Yellow Pages value slashed leaving it $1.44 bln in the red

by Pattrick Smellie

Jan. 7 (BusinessDesk) – Directory company Yellow Pages has posted an annual loss of $1.44 billion as it slashed the value of the business as part of a proposed restructuring that will hand over control to its lenders.

Holding company YPG Holdings’ took a $1.61 billion impairment charge on the value of its goodwill and brand name as its net loss more than quadrupled in the year ended June 30, according to financial statements lodged with the Companies Office.

The writedown is part of a proposed restructure that will value Yellow at $750 million, $258 million of which is attributed to its brand.

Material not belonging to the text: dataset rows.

import { requireList, requireWhole } from '../require.js';
import { partsOf, type Scalar } from './complex.js';
import { pauliEntries } from './pauli-entries.js';

/** [row, column, re, im], 0-based. */
export type Entry = readonly [number, number, number, number];

/** A matrix as a model document holds it: the non-zero entries, row by row. Every function of the kit returns this form. */
export interface Matrix {
  readonly shape: readonly [number, number];
  readonly entries: readonly Entry[];
}

/** A matrix in any form of a model document but a file; rows may hold complex numbers {re, im} as well. */
export type MatrixLike =
  | Matrix
  | readonly (readonly Scalar[])[]
  | { readonly re: readonly (readonly number[])[]; readonly im: readonly (readonly number[])[] }
  | { readonly pauli: string | Readonly<Record<string, number>> };

/** Rows or columns of a matrix at most, the limit of model documents. */
export const SIDE_LIMIT = 4096;

/** The matrix of rows, of {re, im}, of a Pauli string or of entries. Throws for rows of different lengths and for what is no number. */
export function matrix(a: MatrixLike): Matrix {
  if (typeof a !== 'object' || a === null) throw new TypeError(`expected a matrix, got ${String(a)}`);
  if ('shape' in a) return fromTriplets(a.shape[0], a.shape[1], a.entries);
  if ('pauli' in a) return fromPauli(a.pauli);
  if ('re' in a) return fromParts(a.re, a.im);
  requireList(a, 'a matrix');
  return fromRows(a, (z) => partsOf(z as Scalar));
}

/** Sums entries of the same place, drops zeros and sorts row by row. */
export function fromTriplets(rows: number, columns: number, triplets: readonly Entry[]): Matrix {
  requireWhole(rows, 1, SIDE_LIMIT, 'the number of rows');
  requireWhole(columns, 1, SIDE_LIMIT, 'the number of columns');
  const sums = new Map<number, [number, number]>();
  for (const [i, j, re, im] of triplets) {
    requireWhole(i, 0, rows - 1, 'a row');
    requireWhole(j, 0, columns - 1, 'a column');
    if (!Number.isFinite(re) || !Number.isFinite(im)) {
      throw new RangeError(`expected finite entries, got ${re} + ${im}i in row ${i}, column ${j}`);
    }
    const place = i * columns + j;
    const sum = sums.get(place);
    if (sum === undefined) sums.set(place, [re, im]);
    else {
      sum[0] += re;
      sum[1] += im;
    }
  }
  const places = Array.from(sums.keys()).sort((p, q) => p - q);
  const entries: Entry[] = [];
  for (const place of places) {
    const [re, im] = sums.get(place) as [number, number];
    if (Math.abs(re) + Math.abs(im) > 0) entries.push([Math.floor(place / columns), place % columns, re + 0, im + 0]);
  }
  return { shape: [rows, columns], entries };
}

function fromRows<T>(rows: readonly (readonly T[])[], read: (value: T) => { re: number; im: number }): Matrix {
  const columns = rows[0]?.length ?? 0;
  const triplets: Entry[] = [];
  rows.forEach((row, i) => {
    requireList(row, `row ${i}`);
    if (row.length !== columns) throw new RangeError(`expected ${columns} entries in row ${i}, got ${row.length}`);
    row.forEach((value, j) => {
      const { re, im } = read(value as T);
      if (Math.abs(re) + Math.abs(im) > 0) triplets.push([i, j, re, im]);
    });
  });
  return fromTriplets(rows.length, columns, triplets);
}

function fromParts(re: readonly (readonly number[])[], im: readonly (readonly number[])[]): Matrix {
  const parts = re.map((row, i) => row.map((x, j) => ({ re: x, im: im[i]?.[j] ?? NaN })));
  return fromRows(parts, (z) => partsOf(z));
}

function fromPauli(pauli: string | Readonly<Record<string, number>>): Matrix {
  const terms = typeof pauli === 'string' ? { [pauli]: 1 } : pauli;
  const strings = Object.keys(terms);
  const n = 2 ** (strings[0]?.length ?? 0);
  const triplets = strings.flatMap((string) => {
    if (2 ** string.length !== n) throw new RangeError(`expected Pauli strings of one length, got "${string}"`);
    return pauliEntries(string).map(([i, j, re, im]): Entry => [i, j, re * terms[string], im * terms[string]]);
  });
  return fromTriplets(n, n, triplets);
}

Yellow prepared the statements on a realisation basis, meaning its assets are valued at the amount expected to be attained under the terms of its restructuring.

Under the draft terms of the proposal, Yellow’s trading operations and brand will be sold to a new holding company owned by the groups’ senior lenders, with the remaining subsidiaries placed into receivership, the company said in a note entitled ‘events occurring after the balance sheet date’.

The company, which Telecom Corp. sold in 2007 for $2.24 billion in a leveraged buy-out to Hong Kong-based Unitas Capital and Canada’s Ontario Teachers’ Pension Plan, aborted its planned sale process in September after it didn’t receive any bids that were acceptable to the lenders.

The sale and restructuring process cost the firm $6.3 million in the period. A potential sale of Yellow was the subject of much speculation last year as slowing revenue struggled to keep pace with the cost of mounting debt.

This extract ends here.